Task details:
Nothing but the lines from the one containing "from tests.perf.campus import campus_yaml" through the one containing "def test_the_folded_rows_are_an_outline_of_the_network() ->", both included, should be given again, each exactly as written below.

Collected data entries
□ □ □ □ □ □ □
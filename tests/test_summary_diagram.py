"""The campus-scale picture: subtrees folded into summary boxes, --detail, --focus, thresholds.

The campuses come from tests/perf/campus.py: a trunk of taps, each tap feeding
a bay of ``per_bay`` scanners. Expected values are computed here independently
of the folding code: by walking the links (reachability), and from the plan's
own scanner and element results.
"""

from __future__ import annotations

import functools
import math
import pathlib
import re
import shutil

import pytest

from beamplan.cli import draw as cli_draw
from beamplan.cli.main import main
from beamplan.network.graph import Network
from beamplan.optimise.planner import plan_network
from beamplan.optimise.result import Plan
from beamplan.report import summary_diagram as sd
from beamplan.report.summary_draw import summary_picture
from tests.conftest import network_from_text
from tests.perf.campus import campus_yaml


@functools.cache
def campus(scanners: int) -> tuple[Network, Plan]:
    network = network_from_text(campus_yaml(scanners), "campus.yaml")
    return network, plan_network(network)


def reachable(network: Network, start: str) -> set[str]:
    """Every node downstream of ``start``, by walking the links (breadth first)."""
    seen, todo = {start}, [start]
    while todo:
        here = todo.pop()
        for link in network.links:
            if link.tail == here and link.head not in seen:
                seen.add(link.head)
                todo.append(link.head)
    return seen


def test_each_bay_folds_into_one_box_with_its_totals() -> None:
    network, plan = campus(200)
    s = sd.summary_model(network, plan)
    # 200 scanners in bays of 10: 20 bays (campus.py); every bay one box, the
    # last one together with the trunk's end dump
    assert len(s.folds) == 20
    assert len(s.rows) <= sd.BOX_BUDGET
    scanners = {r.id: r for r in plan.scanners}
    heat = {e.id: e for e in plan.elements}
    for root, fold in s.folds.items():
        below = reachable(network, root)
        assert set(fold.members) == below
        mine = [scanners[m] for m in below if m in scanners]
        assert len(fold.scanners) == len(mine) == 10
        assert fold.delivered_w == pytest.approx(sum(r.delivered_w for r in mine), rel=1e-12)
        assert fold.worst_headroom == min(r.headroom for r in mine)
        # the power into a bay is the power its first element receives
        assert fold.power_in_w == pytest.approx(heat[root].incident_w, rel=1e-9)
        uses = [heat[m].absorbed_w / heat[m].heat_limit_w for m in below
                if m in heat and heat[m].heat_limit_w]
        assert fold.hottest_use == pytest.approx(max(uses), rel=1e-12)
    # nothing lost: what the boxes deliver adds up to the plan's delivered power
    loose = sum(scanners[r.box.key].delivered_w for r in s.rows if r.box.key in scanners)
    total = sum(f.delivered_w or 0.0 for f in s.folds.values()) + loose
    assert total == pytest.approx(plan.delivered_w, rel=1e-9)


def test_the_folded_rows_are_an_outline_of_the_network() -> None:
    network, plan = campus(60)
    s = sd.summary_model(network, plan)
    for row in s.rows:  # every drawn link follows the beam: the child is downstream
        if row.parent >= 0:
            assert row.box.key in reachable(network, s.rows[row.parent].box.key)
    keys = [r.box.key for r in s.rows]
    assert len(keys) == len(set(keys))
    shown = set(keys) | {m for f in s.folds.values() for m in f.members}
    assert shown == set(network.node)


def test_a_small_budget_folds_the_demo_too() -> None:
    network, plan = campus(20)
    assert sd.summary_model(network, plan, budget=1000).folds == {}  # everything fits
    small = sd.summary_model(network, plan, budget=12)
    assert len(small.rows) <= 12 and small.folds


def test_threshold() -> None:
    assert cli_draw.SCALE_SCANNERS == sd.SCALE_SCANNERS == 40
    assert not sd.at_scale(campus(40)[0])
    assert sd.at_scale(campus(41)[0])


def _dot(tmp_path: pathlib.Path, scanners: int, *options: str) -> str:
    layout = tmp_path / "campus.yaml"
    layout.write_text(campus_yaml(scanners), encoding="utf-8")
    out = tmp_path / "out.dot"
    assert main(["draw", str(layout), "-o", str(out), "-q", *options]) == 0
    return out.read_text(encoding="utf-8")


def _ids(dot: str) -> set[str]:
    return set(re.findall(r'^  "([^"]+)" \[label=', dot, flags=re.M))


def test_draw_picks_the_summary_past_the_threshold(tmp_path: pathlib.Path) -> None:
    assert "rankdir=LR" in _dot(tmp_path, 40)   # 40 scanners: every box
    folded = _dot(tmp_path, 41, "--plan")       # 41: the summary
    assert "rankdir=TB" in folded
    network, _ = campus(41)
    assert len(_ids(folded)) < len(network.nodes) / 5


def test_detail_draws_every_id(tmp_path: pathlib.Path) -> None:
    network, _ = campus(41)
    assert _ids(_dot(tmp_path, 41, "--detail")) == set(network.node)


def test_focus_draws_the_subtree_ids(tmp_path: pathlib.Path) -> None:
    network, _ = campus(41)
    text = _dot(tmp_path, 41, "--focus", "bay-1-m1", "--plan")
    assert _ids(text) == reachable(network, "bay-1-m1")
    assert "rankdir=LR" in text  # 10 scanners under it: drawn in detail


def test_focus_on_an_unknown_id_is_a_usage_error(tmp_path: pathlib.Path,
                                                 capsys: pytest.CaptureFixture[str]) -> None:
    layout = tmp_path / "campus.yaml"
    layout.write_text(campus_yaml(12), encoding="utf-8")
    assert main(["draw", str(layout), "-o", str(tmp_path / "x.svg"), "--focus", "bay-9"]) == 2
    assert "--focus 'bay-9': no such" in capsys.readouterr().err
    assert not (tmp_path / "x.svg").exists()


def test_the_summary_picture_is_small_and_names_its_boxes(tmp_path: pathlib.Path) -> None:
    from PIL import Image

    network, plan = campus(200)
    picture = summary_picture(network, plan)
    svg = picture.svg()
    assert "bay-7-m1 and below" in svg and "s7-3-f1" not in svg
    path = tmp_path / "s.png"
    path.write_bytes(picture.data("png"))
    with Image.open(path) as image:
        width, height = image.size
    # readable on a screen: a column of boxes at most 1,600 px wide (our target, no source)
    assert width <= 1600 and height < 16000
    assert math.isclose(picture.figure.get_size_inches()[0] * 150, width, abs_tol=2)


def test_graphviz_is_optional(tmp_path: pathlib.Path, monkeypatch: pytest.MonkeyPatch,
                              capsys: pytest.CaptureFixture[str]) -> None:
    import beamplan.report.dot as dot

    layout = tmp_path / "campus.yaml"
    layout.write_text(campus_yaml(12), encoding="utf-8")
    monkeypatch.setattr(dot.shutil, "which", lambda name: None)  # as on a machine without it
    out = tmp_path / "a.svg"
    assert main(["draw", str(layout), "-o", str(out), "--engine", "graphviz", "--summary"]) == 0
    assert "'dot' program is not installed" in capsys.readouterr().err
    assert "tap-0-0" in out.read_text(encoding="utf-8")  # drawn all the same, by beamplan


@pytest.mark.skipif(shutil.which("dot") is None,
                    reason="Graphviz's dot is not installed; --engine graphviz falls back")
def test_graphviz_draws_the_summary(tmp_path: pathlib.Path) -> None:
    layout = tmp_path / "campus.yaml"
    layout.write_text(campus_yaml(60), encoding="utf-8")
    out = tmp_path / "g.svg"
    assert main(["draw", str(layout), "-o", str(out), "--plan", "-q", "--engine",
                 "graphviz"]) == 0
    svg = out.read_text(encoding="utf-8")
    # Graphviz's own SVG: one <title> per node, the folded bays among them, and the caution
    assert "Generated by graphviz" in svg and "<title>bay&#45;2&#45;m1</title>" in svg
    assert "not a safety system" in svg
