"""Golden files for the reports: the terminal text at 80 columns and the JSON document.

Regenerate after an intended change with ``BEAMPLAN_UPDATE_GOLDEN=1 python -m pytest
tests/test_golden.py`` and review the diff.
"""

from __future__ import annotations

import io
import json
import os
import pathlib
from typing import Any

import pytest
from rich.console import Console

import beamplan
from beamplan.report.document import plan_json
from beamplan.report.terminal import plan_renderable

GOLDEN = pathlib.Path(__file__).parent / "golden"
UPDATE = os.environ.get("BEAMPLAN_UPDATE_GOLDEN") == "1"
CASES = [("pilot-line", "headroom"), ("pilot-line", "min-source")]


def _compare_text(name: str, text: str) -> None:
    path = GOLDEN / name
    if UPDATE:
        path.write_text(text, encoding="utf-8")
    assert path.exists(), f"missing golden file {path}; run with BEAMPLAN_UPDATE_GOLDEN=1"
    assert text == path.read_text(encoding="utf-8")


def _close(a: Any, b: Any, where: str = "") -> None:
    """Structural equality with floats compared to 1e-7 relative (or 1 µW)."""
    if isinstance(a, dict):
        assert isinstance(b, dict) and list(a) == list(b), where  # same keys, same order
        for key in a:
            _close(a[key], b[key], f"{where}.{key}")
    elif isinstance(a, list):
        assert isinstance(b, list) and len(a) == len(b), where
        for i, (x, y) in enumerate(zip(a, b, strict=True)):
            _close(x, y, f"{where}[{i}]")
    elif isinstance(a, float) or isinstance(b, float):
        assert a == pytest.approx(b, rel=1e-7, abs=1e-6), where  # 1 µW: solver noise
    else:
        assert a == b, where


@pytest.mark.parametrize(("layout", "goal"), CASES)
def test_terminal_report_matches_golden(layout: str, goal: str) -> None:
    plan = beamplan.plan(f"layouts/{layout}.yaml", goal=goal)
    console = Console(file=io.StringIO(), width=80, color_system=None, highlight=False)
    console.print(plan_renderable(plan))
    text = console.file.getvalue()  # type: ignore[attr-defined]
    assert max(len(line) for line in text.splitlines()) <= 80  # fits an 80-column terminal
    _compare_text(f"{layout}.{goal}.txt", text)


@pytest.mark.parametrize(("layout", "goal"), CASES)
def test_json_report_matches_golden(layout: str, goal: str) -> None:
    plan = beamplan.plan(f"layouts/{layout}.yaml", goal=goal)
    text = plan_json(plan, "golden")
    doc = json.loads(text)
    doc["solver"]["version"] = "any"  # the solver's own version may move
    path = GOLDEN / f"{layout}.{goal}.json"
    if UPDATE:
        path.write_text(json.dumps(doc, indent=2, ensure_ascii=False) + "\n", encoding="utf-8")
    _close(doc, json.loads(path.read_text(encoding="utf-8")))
□ □ □ □ □ □ □
Result of this task:
from tests.perf.campus import campus_yaml


@functools.cache
def campus(scanners: int) -> tuple[Network, Plan]:
    network = network_from_text(campus_yaml(scanners), "campus.yaml")
    return network, plan_network(network)


def reachable(network: Network, start: str) -> set[str]:
    """Every node downstream of ``start``, by walking the links (breadth first)."""
    seen, todo = {start}, [start]
    while todo:
        here = todo.pop()
        for link in network.links:
            if link.tail == here and link.head not in seen:
                seen.add(link.head)
                todo.append(link.head)
    return seen


def test_each_bay_folds_into_one_box_with_its_totals() -> None:
    network, plan = campus(200)
    s = sd.summary_model(network, plan)
    # 200 scanners in bays of 10: 20 bays (campus.py); every bay one box, the
    # last one together with the trunk's end dump
    assert len(s.folds) == 20
    assert len(s.rows) <= sd.BOX_BUDGET
    scanners = {r.id: r for r in plan.scanners}
    heat = {e.id: e for e in plan.elements}
    for root, fold in s.folds.items():
        below = reachable(network, root)
        assert set(fold.members) == below
        mine = [scanners[m] for m in below if m in scanners]
        assert len(fold.scanners) == len(mine) == 10
        assert fold.delivered_w == pytest.approx(sum(r.delivered_w for r in mine), rel=1e-12)
        assert fold.worst_headroom == min(r.headroom for r in mine)
        # the power into a bay is the power its first element receives
        assert fold.power_in_w == pytest.approx(heat[root].incident_w, rel=1e-9)
        uses = [heat[m].absorbed_w / heat[m].heat_limit_w for m in below
                if m in heat and heat[m].heat_limit_w]
        assert fold.hottest_use == pytest.approx(max(uses), rel=1e-12)
    # nothing lost: what the boxes deliver adds up to the plan's delivered power
    loose = sum(scanners[r.box.key].delivered_w for r in s.rows if r.box.key in scanners)
    total = sum(f.delivered_w or 0.0 for f in s.folds.values()) + loose
    assert total == pytest.approx(plan.delivered_w, rel=1e-9)


def test_the_folded_rows_are_an_outline_of_the_network() -> None:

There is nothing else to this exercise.